╭─ Provided records

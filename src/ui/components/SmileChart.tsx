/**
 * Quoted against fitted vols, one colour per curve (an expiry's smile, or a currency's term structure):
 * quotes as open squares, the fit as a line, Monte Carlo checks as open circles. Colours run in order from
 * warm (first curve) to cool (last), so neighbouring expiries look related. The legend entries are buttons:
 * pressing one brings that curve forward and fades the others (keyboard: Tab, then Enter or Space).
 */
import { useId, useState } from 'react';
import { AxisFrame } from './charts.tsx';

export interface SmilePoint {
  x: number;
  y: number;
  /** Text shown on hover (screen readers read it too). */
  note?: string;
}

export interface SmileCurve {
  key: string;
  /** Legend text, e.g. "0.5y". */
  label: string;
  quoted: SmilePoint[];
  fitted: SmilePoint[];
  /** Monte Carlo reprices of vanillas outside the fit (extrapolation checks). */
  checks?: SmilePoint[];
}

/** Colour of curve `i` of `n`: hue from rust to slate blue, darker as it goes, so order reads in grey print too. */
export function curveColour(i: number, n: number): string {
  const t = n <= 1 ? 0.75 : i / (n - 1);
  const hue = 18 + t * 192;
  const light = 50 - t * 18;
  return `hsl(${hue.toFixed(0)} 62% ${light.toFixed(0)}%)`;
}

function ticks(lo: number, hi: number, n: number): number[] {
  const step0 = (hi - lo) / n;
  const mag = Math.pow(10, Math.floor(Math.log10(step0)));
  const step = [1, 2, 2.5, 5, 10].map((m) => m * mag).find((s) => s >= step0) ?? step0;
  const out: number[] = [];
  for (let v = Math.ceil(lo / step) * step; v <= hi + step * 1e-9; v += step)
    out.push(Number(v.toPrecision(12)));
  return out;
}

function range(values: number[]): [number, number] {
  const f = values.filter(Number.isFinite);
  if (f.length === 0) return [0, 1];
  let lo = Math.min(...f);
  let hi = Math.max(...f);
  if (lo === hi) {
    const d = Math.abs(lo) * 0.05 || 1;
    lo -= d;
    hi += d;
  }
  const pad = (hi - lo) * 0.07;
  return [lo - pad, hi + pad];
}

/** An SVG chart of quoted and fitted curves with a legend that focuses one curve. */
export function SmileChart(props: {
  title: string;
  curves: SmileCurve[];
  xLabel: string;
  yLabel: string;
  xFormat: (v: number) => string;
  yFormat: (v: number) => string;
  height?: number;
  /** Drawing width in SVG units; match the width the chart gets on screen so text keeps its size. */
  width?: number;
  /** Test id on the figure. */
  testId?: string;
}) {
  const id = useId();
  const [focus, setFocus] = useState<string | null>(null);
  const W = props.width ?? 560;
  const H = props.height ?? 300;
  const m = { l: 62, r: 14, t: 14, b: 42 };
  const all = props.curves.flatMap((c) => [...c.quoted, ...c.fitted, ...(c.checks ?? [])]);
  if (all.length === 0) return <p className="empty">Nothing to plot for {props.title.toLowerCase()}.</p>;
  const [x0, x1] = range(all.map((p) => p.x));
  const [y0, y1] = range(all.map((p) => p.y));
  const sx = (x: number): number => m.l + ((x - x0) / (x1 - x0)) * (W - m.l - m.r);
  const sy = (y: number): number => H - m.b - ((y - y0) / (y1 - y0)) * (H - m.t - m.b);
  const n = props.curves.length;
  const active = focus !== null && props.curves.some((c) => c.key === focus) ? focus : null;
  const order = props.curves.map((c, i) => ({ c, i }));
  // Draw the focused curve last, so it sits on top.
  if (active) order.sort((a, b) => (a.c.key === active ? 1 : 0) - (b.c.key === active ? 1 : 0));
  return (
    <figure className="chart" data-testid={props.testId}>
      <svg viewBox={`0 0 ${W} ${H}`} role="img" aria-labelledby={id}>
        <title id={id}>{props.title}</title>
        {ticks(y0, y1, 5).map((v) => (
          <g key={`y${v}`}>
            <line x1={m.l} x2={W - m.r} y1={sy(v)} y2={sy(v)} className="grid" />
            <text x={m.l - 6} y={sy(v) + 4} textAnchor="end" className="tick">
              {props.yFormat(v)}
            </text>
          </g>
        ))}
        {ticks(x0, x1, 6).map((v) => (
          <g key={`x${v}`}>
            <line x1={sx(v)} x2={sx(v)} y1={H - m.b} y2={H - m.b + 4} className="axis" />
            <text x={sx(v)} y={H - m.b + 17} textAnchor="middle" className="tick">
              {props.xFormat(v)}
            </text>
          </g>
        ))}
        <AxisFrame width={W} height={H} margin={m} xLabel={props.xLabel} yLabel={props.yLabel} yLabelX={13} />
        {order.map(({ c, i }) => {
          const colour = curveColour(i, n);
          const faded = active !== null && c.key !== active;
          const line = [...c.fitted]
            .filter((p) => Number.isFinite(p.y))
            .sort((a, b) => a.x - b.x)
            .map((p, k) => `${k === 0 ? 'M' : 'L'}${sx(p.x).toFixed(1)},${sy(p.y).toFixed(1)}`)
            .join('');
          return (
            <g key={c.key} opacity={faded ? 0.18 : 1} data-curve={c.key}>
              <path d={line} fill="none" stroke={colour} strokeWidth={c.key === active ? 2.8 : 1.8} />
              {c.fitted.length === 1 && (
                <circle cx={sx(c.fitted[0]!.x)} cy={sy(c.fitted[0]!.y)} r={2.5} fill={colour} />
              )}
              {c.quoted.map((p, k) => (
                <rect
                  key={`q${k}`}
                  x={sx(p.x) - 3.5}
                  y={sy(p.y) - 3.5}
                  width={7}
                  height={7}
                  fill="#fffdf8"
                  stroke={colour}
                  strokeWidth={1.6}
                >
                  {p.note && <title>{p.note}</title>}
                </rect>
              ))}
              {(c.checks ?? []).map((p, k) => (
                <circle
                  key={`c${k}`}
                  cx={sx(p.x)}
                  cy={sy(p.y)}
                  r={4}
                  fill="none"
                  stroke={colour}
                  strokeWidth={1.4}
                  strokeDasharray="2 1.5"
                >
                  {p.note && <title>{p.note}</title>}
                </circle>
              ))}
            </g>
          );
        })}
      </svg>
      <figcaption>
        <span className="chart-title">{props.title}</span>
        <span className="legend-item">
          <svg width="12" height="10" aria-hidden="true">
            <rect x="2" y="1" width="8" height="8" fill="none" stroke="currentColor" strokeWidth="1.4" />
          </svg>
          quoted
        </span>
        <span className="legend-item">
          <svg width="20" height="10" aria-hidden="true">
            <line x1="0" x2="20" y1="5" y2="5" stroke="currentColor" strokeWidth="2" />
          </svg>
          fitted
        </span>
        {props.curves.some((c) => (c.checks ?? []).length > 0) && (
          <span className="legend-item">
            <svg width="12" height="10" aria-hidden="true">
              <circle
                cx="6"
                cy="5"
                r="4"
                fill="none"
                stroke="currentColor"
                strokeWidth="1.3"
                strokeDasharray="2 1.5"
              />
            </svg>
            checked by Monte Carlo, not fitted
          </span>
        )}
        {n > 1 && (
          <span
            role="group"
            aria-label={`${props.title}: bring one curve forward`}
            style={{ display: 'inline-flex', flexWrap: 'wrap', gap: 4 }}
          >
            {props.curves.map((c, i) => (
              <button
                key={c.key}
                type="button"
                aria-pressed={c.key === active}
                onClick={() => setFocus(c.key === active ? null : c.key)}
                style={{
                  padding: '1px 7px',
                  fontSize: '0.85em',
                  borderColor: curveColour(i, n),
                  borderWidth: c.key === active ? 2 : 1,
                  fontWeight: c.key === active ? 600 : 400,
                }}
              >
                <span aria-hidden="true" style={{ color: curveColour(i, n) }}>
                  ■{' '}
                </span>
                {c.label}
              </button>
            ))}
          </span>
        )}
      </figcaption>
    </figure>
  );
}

╰─
╭─ Provided records

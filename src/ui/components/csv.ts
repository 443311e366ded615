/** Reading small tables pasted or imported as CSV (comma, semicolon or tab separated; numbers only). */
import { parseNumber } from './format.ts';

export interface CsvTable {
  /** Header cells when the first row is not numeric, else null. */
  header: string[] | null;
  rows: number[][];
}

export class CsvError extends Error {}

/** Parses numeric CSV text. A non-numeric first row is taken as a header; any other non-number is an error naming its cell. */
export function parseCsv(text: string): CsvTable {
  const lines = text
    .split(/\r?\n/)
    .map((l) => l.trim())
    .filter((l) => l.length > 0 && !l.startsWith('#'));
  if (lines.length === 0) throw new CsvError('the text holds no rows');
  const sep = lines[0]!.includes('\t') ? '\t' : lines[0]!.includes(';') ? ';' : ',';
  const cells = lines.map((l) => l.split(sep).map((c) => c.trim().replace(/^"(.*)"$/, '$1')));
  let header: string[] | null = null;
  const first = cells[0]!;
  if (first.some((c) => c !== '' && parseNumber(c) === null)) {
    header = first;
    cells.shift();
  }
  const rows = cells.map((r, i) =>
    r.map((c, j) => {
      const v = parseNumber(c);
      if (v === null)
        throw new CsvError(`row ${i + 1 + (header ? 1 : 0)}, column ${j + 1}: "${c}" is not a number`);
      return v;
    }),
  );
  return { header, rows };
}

╰─

Task prompt: Of the lines above, extract only those from the line with "filename src/ui/components/csv.ts" to the line with "const first = cells[0]!;", both included, exactly as written.

Exercise solution:
filename src/ui/components/csv.ts
repository 443311e366ded615
/** Reading small tables pasted or imported as CSV (comma, semicolon or tab separated; numbers only). */
import { parseNumber } from './format.ts';

export interface CsvTable {
  /** Header cells when the first row is not numeric, else null. */
  header: string[] | null;
  rows: number[][];
}

export class CsvError extends Error {}

/** Parses numeric CSV text. A non-numeric first row is taken as a header; any other non-number is an error naming its cell. */
export function parseCsv(text: string): CsvTable {
  const lines = text
    .split(/\r?\n/)
    .map((l) => l.trim())
    .filter((l) => l.length > 0 && !l.startsWith('#'));
  if (lines.length === 0) throw new CsvError('the text holds no rows');
  const sep = lines[0]!.includes('\t') ? '\t' : lines[0]!.includes(';') ? ';' : ',';
  const cells = lines.map((l) => l.split(sep).map((c) => c.trim().replace(/^"(.*)"$/, '$1')));
  let header: string[] | null = null;
  const first = cells[0]!;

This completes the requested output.